After starting as just a crust on the wood, the fruiting structure develops undulating intergrowing brackets up to about 3 cm broad, which have a tough rubbery texture. The edges and fertile lower surfaces show a fairly vivid violet colour while the fungus is growing, and the upper surfaces have a grey aspect (sometimes with zonation and usually a lighter edge) and are covered with whitish hairs. After a week or two the fructification dries out, becomes brittle, and turns a drab brown or beige. Infected wood can be recognized because it is stained a darker tint.

The spores are rounded cylinders approximately 5–8 μm x 3–4 μm in size. The hyphal structure is monomitic with clamp connections.

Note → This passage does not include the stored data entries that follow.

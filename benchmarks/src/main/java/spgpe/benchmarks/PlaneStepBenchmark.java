package spgpe.benchmarks;

import java.util.concurrent.TimeUnit;
import org.openjdk.jmh.annotations.Benchmark;
import org.openjdk.jmh.annotations.BenchmarkMode;
import org.openjdk.jmh.annotations.Fork;
import org.openjdk.jmh.annotations.Measurement;
import org.openjdk.jmh.annotations.Mode;
import org.openjdk.jmh.annotations.OutputTimeUnit;
import org.openjdk.jmh.annotations.Param;
import org.openjdk.jmh.annotations.Scope;
import org.openjdk.jmh.annotations.Setup;
import org.openjdk.jmh.annotations.State;
import org.openjdk.jmh.annotations.Warmup;
import spgpe.integrate.Stepper;

/** Time of one step of all lanes together on a square with a disc of kept modes. */
@State(Scope.Thread)
@BenchmarkMode(Mode.AverageTime)
@OutputTimeUnit(TimeUnit.MICROSECONDS)
@Warmup(iterations = 4, time = 1)
@Measurement(iterations = 5, time = 1)
@Fork(2)
public class PlaneStepBenchmark {
  /** Grid points along each axis; the disc keeps mode numbers below a quarter of them. */
  @Param({"64", "128", "256"})
  public int points;

  /** Scheme. */
  @Param({"OuRk4", "Rk4Ip"})
  public String integrator;

  /** Realisations in lockstep. */
  @Param({"1", "4"})
  public int lanes;

  private Stepper stepper;

  /** Makes a started stepper. */
  @Setup
  public void prepare() {
    stepper =
        Problem.startedStepper(Problem.plane(points), Problem.integrator(integrator), lanes);
  }

  /**
   * One step.
   *
   * @return step number, so that the work is not optimised away
   */
  @Benchmark
  public long step() {
    stepper.advance();
    return stepper.stepNumber();
  }
}
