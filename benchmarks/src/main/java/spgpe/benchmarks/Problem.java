package spgpe.benchmarks;

import spgpe.grid.Axis;
import spgpe.grid.PeriodicGrid;
import spgpe.hamiltonian.BiquadraticCoupling;
import spgpe.hamiltonian.CoherentCoupling;
import spgpe.hamiltonian.Hamiltonian;
import spgpe.integrate.Integrator;
import spgpe.integrate.OuRk4;
import spgpe.integrate.Rk4Ip;
import spgpe.integrate.Stepper;
import spgpe.model.Model;
import spgpe.projector.Amplitudes;
import spgpe.projector.CoherentRegion;
import spgpe.projector.Projector;
import spgpe.reservoir.NoiseGenerator;
import spgpe.reservoir.RandomStreams;
import spgpe.reservoir.Reservoir;

/** The coupled pair that the benchmarks advance: the same numbers as the program in C. */
final class Problem {
  static final double STEP = 0.02;
  private static final double SPACING = 0.4;

  private Problem() {}

  static Model model(int points) {
    CoherentRegion region =
        Projector.modesUpTo(points / 4 - 1)
            .on(PeriodicGrid.of(Axis.of(points, points * SPACING)));
    return model(region);
  }

  /** A square with a disc of half the largest wave number of an axis, its rim left out. */
  static Model plane(int points) {
    Axis axis = Axis.of(points, points * SPACING);
    double cutoff = Math.PI / SPACING / 2;
    return model(
        Projector.belowWaveNumber(cutoff * (1 - 1e-12)).on(PeriodicGrid.of(axis, axis)));
  }

  private static Model model(CoherentRegion region) {
    return Model.of(
        region,
        Hamiltonian.pair(1, 0).with(CoherentCoupling.constant(0.005))
            .with(BiquadraticCoupling.of(0.01)),
        Reservoir.of(0.02, 1, 0.01));
  }

  static Integrator integrator(String name) {
    return switch (name) {
      case "OuRk4" -> OuRk4.ofStep(STEP);
      case "Rk4Ip" -> Rk4Ip.ofStep(STEP);
      default -> throw new IllegalArgumentException("unknown integrator: " + name);
    };
  }

  static Stepper startedStepper(Model model, Integrator integrator, int lanes) {
    NoiseGenerator noise =
        RandomStreams.counterBased(1).generator(model.region(), model.components(), lanes);
    Amplitudes state = new Amplitudes(model.region(), model.components(), lanes);
    int zero = model.region().indexOf(0);
    double root = Math.sqrt(model.region().grid().volume());
    for (int lane = 0; lane < lanes; lane++) {
      noise.assign(lane, lane);
      state.re(0)[zero * lanes + lane] = root;
      state.re(1)[zero * lanes + lane] = -root;
    }
    Stepper stepper = integrator.bind(model, noise, lanes);
    stepper.start(state, 0);
    return stepper;
  }
}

It is often found on old stumps and dead wood, but can also be a serious parasite of living trees. As well as plum trees it attacks many other broad-leafed species (other Prunus, apple, pear, willow, poplar, maple, hornbeam, plane, oak, elm, lilac, and many others). Occasionally it also infects conifers (e.g. fir, spruce, and Thuja). Geographically it is roughly just as widespread as its hosts; it is common in woods, orchards and tree plantations in temperate climates.

=== Similar species ===
Amylostereum areolatum is considered to be similar, and usually has moss covering its cap. Phlebiopsis crassa does not form caps, while members of Trichaptum form a continuous surface covered by teeth or pores.

== As a human pathogen ==
A single case report confirmed human infection with Chondrostereum purpureum in a non immunocompromised man who had been working with infected plant material. It was resolved by treating him with antifungal medication, but indicates potential for a broader host range for plant fungus than previously believed.

== Mycoherbicide ==
Chondrostereum purpureum is commercially available as a method of combatting forest 'weed trees' such as aspens, beech, birches, maples, pin cherry, poplars, and other species. The fungus is applied directly to the weed trees in a nutrient paste which can be stored and handled conveniently.

The first regulatory approval was granted in 2001 to Myco-Forestis Corporation and targeted species "including birch, pin-cherry, poplar/aspen, red maple, sugar maple, and speckled alder in the Boreal and Mixed forest regions of Canada, east of the Rocky Mountains". It had not been reported as of 2001 to cause any diseases in coniferous tree species but apparently does.

According to a 2007 regulatory decision of the Canadian Pest Management Regulatory Agency, the use of this control method in paste form on Sitka spruce and red alder will only have a limited impact on non-target trees since the fungal spores are ubiquitous anyway and healthy trees are resistant to attack.